● PROBLEM DETAILS:
Check every line of the entries below for the word "Path", and copy the ones that have it.

Dataset records
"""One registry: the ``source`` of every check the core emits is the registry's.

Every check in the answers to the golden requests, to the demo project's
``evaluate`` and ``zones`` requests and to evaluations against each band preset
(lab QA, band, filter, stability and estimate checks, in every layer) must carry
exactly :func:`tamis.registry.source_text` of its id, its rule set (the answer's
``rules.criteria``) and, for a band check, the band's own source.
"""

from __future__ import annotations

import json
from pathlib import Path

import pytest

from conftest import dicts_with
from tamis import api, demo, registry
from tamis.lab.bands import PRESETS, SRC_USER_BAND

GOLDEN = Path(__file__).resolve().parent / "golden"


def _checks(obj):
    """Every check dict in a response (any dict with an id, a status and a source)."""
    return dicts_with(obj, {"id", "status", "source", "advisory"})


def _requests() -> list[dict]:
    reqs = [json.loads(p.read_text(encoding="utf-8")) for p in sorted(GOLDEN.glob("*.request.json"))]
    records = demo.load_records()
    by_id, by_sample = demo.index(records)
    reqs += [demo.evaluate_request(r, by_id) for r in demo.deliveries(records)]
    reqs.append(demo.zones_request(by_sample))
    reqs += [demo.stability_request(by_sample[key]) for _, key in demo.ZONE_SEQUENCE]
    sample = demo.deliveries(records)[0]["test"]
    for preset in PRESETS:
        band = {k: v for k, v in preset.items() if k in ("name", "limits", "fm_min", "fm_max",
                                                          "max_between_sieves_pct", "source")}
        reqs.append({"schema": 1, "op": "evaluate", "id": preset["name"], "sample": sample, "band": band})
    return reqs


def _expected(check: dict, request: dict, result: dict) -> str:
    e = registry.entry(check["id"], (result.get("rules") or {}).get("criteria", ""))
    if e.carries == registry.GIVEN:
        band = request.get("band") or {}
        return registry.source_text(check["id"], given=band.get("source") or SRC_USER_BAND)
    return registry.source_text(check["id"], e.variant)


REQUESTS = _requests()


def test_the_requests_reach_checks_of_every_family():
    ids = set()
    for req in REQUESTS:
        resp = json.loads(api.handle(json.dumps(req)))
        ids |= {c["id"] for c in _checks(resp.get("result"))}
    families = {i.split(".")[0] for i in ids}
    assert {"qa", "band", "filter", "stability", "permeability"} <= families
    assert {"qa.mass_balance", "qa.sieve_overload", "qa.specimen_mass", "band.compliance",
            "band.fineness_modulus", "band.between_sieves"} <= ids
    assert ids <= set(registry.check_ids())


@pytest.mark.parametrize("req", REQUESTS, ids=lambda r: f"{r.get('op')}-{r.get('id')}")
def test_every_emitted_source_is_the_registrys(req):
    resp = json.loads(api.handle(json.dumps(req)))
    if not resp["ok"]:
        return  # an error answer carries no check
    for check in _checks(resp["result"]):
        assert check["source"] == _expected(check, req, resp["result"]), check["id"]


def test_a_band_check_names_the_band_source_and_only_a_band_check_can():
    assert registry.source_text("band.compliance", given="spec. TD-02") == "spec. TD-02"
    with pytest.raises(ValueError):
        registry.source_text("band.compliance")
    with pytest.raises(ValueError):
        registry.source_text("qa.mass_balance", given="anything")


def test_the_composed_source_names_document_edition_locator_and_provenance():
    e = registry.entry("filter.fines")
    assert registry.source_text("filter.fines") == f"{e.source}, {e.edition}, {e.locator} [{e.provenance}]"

● SOLUTION TO THIS PROBLEM:
from pathlib import Path
GOLDEN = Path(__file__).resolve().parent / "golden"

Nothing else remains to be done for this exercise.